Published by Amy Eichorn Books on February 10, 2015
Genres: Adult, Literary Fiction, Mystery
“It was the summer everything changed….”
“My Sunshine Away” unfolds in a Baton Rouge neighborhood best known for cookouts on sweltering summer afternoons, cauldrons of spicy crawfish, and passionate football fandom. But in the summer of 1989, when fifteen-year-old Lindy Simpson–free spirit, track star, and belle of the block–experiences a horrible crime late one evening near her home, it becomes apparent that this idyllic stretch of Southern suburbia has a dark side, too.
In “My Sunshine Away,” M.O. Walsh brilliantly juxtaposes the enchantment of a charmed childhood with the gripping story of a violent crime, unraveling families, and consuming adolescent love. Acutely wise and deeply honest, it is an astonishing and page-turning debut about the meaning of family, the power of memory, and our ability to forgive.
My Sunshine Away by M.O. Walsh is a book that doesn’t neatly fit into any genre, but one in which the writing is so beautiful I think anyone interested should read it. The story is about a girl named Lindy Simpson, who was raped at the age of fifteen in her Baton Rouge neighborhood, and is told from the point of view of one of the suspects, who just happens to be in love with her. Yet while this is a mystery novel to discover who the culprit is, it’s much more than that. My Sunshine Away gives readers an inside look to a southern neighborhood that is replete with fascinating characters and somewhat unbelievable events.
I first want to discuss the age group for which this book is appropriate. I’ve seen My Sunshine Away listed in both the young adult and adult sections of bookstores. While the story does follow the protagonist’s teenage life, for the most part, I personally consider this an adult novel. There are many graphic scenes, and I think the content is more appropriate for an older audience. That being said, I would recommend the book for the ages of 16 and up, but, as always, that’s a choice every individual reader has to make.
In terms of the story itself, I have to say I’ve never read anything quite like this before. The writing is very well done. I felt as if the protagonist was speaking directly to me, but in a way that is more poetic than colloquial. There are many quotable passages, and there is a depth to the writing as well. I don’t read literary fiction often, so I did struggle to find some of the metaphors and how they connected to the story. My paperback edition contains a discussion section, and I found that really helpful. It added to my understanding of the book, and also increased the story’s rereadability.
My Sunshine Away did have a slow pace, especially at the beginning, despite being a short book of about 300 pages. I think this is mainly due to the way time is used in the book. Instead of following a linear format, the protagonist jumps forward and backward in time. This does help to create a vivid picture of his childhood, but also made me slow down to ensure I got all of the details in order.
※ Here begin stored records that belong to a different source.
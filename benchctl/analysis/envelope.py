"""Envelope and amplitude modulation: analytic-signal envelope, modulation index, distortion.

For a carrier of amplitude Ac modulated by a tone, ``y = Ac (1 + m cos(2 pi fm t)) cos(2 pi
fc t)``, the envelope swings between Emax = Ac (1 + m) and Emin = Ac (1 - m), so
m = (Emax - Emin) / (Emax + Emin); the spectrum holds the carrier and two sidebands at
fc +/- fm, each of amplitude m Ac / 2.

References
----------
.. [1] S. Haykin, "Communication Systems", 4th ed., Wiley, 2001, section 3.1 (amplitude
       modulation: envelope, modulation index, sidebands of m/2 each).
.. [2] A. V. Oppenheim and R. W. Schafer, "Discrete-Time Signal Processing", 3rd ed., 2010,
       section 12.4 (the discrete Hilbert transform and the analytic signal); the transform
       is the one of scipy.signal.hilbert.
.. [3] IEEE Std 1241-2010, 9.1 (THD), applied here to the recovered envelope.
"""

from __future__ import annotations

import math
from dataclasses import dataclass

import numpy as np
from numpy.typing import ArrayLike, NDArray
from scipy.signal import hilbert, welch

from benchctl.analysis._common import as_record, check_positive
from benchctl.analysis.spectrum import HarmonicAnalysis, _lines_lsq, harmonics
from benchctl.analysis.waveform import fit_sine
from benchctl.errors import MeasurementError

__all__ = [
    "ModulationIndex",
    "envelope",
    "envelope_distortion",
    "modulation_index_envelope",
    "modulation_index_spectrum",
]


@dataclass(frozen=True, slots=True)
class ModulationIndex:
    """Modulation index of an AM record.

    Attributes
    ----------
    m : float
        Modulation index (ratio; 1 = 100 %).
    u_m : float
        Standard uncertainty of ``m``.
    carrier_v : float
        Carrier peak amplitude, V (mean envelope, or the carrier line).
    emax_v, emin_v : float
        Envelope maximum and minimum, V (from the fitted envelope tone; for the spectral
        method Ac (1 +/- m)).
    mod_hz : float
        Modulating frequency, Hz.
    u_mod_hz : float
        Its standard uncertainty, Hz (0 when it was given).
    sideband_asymmetry_db : float
        Upper over lower sideband, dB (spectral method; 0 for the envelope method).
    method : str
        ``"envelope"`` or ``"spectrum"`` with details.
    """

    m: float
    u_m: float
    carrier_v: float
    emax_v: float
    emin_v: float
    mod_hz: float
    sideband_asymmetry_db: float
    method: str
    u_mod_hz: float = 0.0


def envelope(
    y: ArrayLike, *, fs_hz: float, carrier_hz: float | None = None
) -> NDArray[np.float64]:
    """Envelope of a record: magnitude of its analytic signal, V.

    Parameters
    ----------
    y : array_like
        Record, V.
    fs_hz : float
        Sample rate, Hz.
    carrier_hz : float, optional
        Carrier frequency, Hz. When given, spectral content above 1.5 x carrier_hz (carrier
        harmonics, which would ripple the envelope) is removed first.

    Returns
    -------
    ndarray
        Envelope, V, same length as ``y``. The first and last few carrier cycles carry the
        edge error of the discrete Hilbert transform; trim them before taking statistics.
    """
    fs = check_positive("fs_hz", fs_hz)
    arr = as_record(y, min_samples=8)
    x = arr - arr.mean()
    if carrier_hz is not None:
        fc = check_positive("carrier_hz", carrier_hz)
        spec = np.fft.rfft(x)
        f_bins = np.fft.rfftfreq(arr.size, d=1.0 / fs)
        spec[f_bins > 1.5 * fc] = 0.0
        x = np.fft.irfft(spec, n=arr.size)
    return np.abs(hilbert(x))


def _trim(e: NDArray[np.float64], edge_fraction: float) -> NDArray[np.float64]:
    if not 0.0 <= edge_fraction < 0.5:
        raise ValueError(f"edge_fraction={edge_fraction!r} must be in [0, 0.5)")
    k = int(edge_fraction * e.size)
    return e[k : e.size - k] if k else e


def _psd_inflation(resid: NDArray[np.float64], fs_hz: float, freq_hz: float) -> float:
    """Residual PSD near ``freq_hz`` over its white-noise level (>= 1; Welch estimate).

    The variance of a least-squares tone or mean estimate in coloured noise is set by the
    noise density at that frequency; for white noise the ratio is 1.
    """
    nper = int(min(resid.size, 1024))
    f, pxx = welch(resid, fs=fs_hz, nperseg=nper)
    white = 2.0 * float(np.mean(resid * resid)) / fs_hz
    if white <= 0.0:
        return 1.0
    k = int(np.argmin(np.abs(f - freq_hz)))
    near = pxx[max(k - 2, 1) : k + 3]
    return max(1.0, float(np.median(near)) / white) if near.size else 1.0


def modulation_index_envelope(
    y: ArrayLike,
    *,
    fs_hz: float,
    carrier_hz: float | None = None,
    mod_hz: float | None = None,
    edge_fraction: float = 0.1,
) -> ModulationIndex:
    """Modulation index from the envelope, m = (Emax - Emin) / (Emax + Emin).

    Emax and Emin are taken from a sine fit to the trimmed envelope (mean E0, swing Em):
    Emax = E0 + Em, Emin = E0 - Em, so m = Em / E0 -- unlike the envelope's raw max and min,
    this is not biased upward by noise.

    Parameters
    ----------
    y : array_like
        Record, V.
    fs_hz : float
        Sample rate, Hz.
    carrier_hz : float, optional
        Carrier frequency, Hz (strips carrier harmonics before the envelope).
    mod_hz : float, optional
        Modulating frequency, Hz (three-parameter envelope fit); fitted when omitted.
    edge_fraction : float
        Fraction of the envelope dropped at each end (Hilbert edge effects).
    """
    fs = check_positive("fs_hz", fs_hz)
    env = _trim(envelope(y, fs_hz=fs, carrier_hz=carrier_hz), edge_fraction)
    fit = fit_sine(env, fs_hz=fs, freq_hz=mod_hz)
    e0 = fit.offset_v
    em = fit.amplitude_v
    if e0 <= 0.0:
        raise MeasurementError(f"envelope mean {e0:.4g} V is not positive: no carrier")
    m = em / e0
    # the envelope's noise is coloured (band-limited by the carrier's neighbourhood), so
    # the white-noise fit uncertainties are inflated by the residual's spectral density
    # at the modulating frequency and near DC over its mean level
    resid = env - fit.model(fs_hz=fs)
    infl_m = _psd_inflation(resid, fs, fit.freq_hz)
    infl_0 = _psd_inflation(resid, fs, 0.0)
    u_em = 0.5 * fit.u_vpp_v * math.sqrt(infl_m)
    u_m = math.hypot(u_em / e0, m * fit.u_offset_v * math.sqrt(infl_0) / e0)
    return ModulationIndex(
        m=m,
        u_m=u_m,
        carrier_v=e0,
        emax_v=e0 + em,
        emin_v=e0 - em,
        mod_hz=fit.freq_hz,
        sideband_asymmetry_db=0.0,
        method=f"envelope (analytic signal), {fit.method} fit of the envelope",
        u_mod_hz=fit.u_freq_hz * math.sqrt(infl_m),
    )


def modulation_index_spectrum(
    y: ArrayLike, *, fs_hz: float, carrier_hz: float, mod_hz: float
) -> ModulationIndex:
    """Modulation index from the carrier and the sidebands at fc +/- fm, rejecting FM.

    Each sideband of a tone-modulated AM signal has amplitude m Ac / 2. An oscillator whose
    frequency also follows its rail (frequency pushing) adds narrow-band FM sidebands of
    amplitude beta Ac / 2 at the same frequencies, in phase on one side and in antiphase on
    the other, so magnitudes alone (``(A_usb + A_lsb) / Ac``) read high. With the three lines
    fitted by least squares as complex amplitudes U, C, L (common time origin), the AM part
    is ``m = |U/C + conj(L/C)|`` and the FM part ``beta = |U/C - conj(L/C)|``: the FM pair
    cancels in the first, the AM pair in the second (narrow-band approximation, small m and
    beta). Without FM this reduces to the magnitude rule.

    Parameters
    ----------
    y : array_like
        Record, V.
    fs_hz : float
        Sample rate, Hz.
    carrier_hz, mod_hz : float
        Carrier and modulating frequencies, Hz (mod_hz < carrier_hz).

    References
    ----------
    S. Haykin, *Communication Systems*, 4th ed., Wiley 2001, ch. 2 (AM sidebands) and
    ch. 2.7 (narrow-band FM as a carrier plus a quadrature sideband pair); from memory.
    """
    fs = check_positive("fs_hz", fs_hz)
    fc = check_positive("carrier_hz", carrier_hz)
    fm = check_positive("mod_hz", mod_hz)
    if fm >= fc or fc + fm >= 0.5 * fs:
        raise ValueError(
            f"need mod_hz < carrier_hz and carrier_hz + mod_hz < fs_hz/2; got {fc=}, {fm=}, {fs=}"
        )
    arr = as_record(y, min_samples=16)
    coef, resid, var_factor = _line_phasors(arr, [fc / fs, (fc + fm) / fs, (fc - fm) / fs])
    carrier, upper, lower = coef
    ac, usb, lsb = abs(carrier), abs(upper), abs(lower)
    if ac <= 0.0:
        raise MeasurementError("no carrier line found")
    dof = max(arr.size - 7, 1)
    u_line = math.sqrt(float(resid @ resid) / dof * var_factor)
    m = abs(upper / carrier + np.conj(lower / carrier))
    beta = abs(upper / carrier - np.conj(lower / carrier))
    u_m = math.sqrt(2.0 * (u_line / ac) ** 2 + (m * u_line / ac) ** 2)
    asym = 20.0 * math.log10(usb / lsb) if usb > 0 and lsb > 0 else math.nan
    return ModulationIndex(
        m=float(m),
        u_m=u_m,
        carrier_v=ac,
        emax_v=ac * (1.0 + m),
        emin_v=ac * (1.0 - m),
        mod_hz=fm,
        sideband_asymmetry_db=asym,
        method=f"spectrum: least-squares carrier and sideband phasors, m = |U/C + conj(L/C)| "
        f"(FM part beta = {beta:.3g} rejected)",
    )


def _line_phasors(
    y: NDArray[np.float64], freqs_cycles: list[float]
) -> tuple[list[complex], NDArray[np.float64], float]:
    """:func:`benchctl.analysis.spectrum._lines_lsq` with each line as a complex amplitude P,
    line = Re(P exp(j w k')): a line c cos + s sin is the phasor c - j s."""
    coef, resid, var_factor = _lines_lsq(y, freqs_cycles)
    phasors = [complex(c, -s) for c, s in zip(coef[1::2], coef[2::2], strict=True)]
    return phasors, resid, var_factor


def envelope_distortion(
    y: ArrayLike,
    *,
    fs_hz: float,
    carrier_hz: float | None = None,
    mod_hz: float | None = None,
    n: int = 5,
    edge_fraction: float = 0.1,
) -> HarmonicAnalysis:
    """Distortion of the recovered envelope: IEEE 1241 harmonic analysis of the envelope.

    The THD of the envelope measures how faithfully the board's output amplitude follows a
    tone on its rail (envelope harmonics of the modulating tone over its fundamental).
    """
    fs = check_positive("fs_hz", fs_hz)
    env = _trim(envelope(y, fs_hz=fs, carrier_hz=carrier_hz), edge_fraction)
    return harmonics(env, fs_hz=fs, freq_hz=mod_hz, n=n)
My favorite part of the novel is definitely getting to see inside a neighborhood in the south. I’m from the northeast, and am so interested with the southern culture that is in some ways quite different from my own. The characters in the novel are so richly written, and they are beyond unique. The author does an amazing job at mixing in shocking and disturbing moments with the normalcy of everyday events. It balanced out the story well to have a rape on page one, and then childhood games between the neighborhood children for the following chapters.
Similarly, I loved how real life events, such as the Challenger explosion, are included in the book. This makes everything seem so real and vivid. I had an easier time picturing our characters as real people, and that made my emotional connection to them grow strong.
Finally, the ending was a bit hot and cold for me. I do really love how the book wrapped up, but I was let down by the mystery’s resolve. I recognize that Lindy’s rape is not the sole focus of My Sunshine Away, but I almost feel like she wasn’t given the respect she deserved when the rapist’s identity was just glossed over in the end. It’s definitely something to think about after completing the book.
Overall, I did really enjoy My Sunshine Away, and I highly recommend it. I think this is a good book for those who want to break into the mystery genre, and those who love family dramas. You will get all of that and more in this novel. I look forward to reading more form M.O. Walsh in the future, and giving this one another read at some point, too.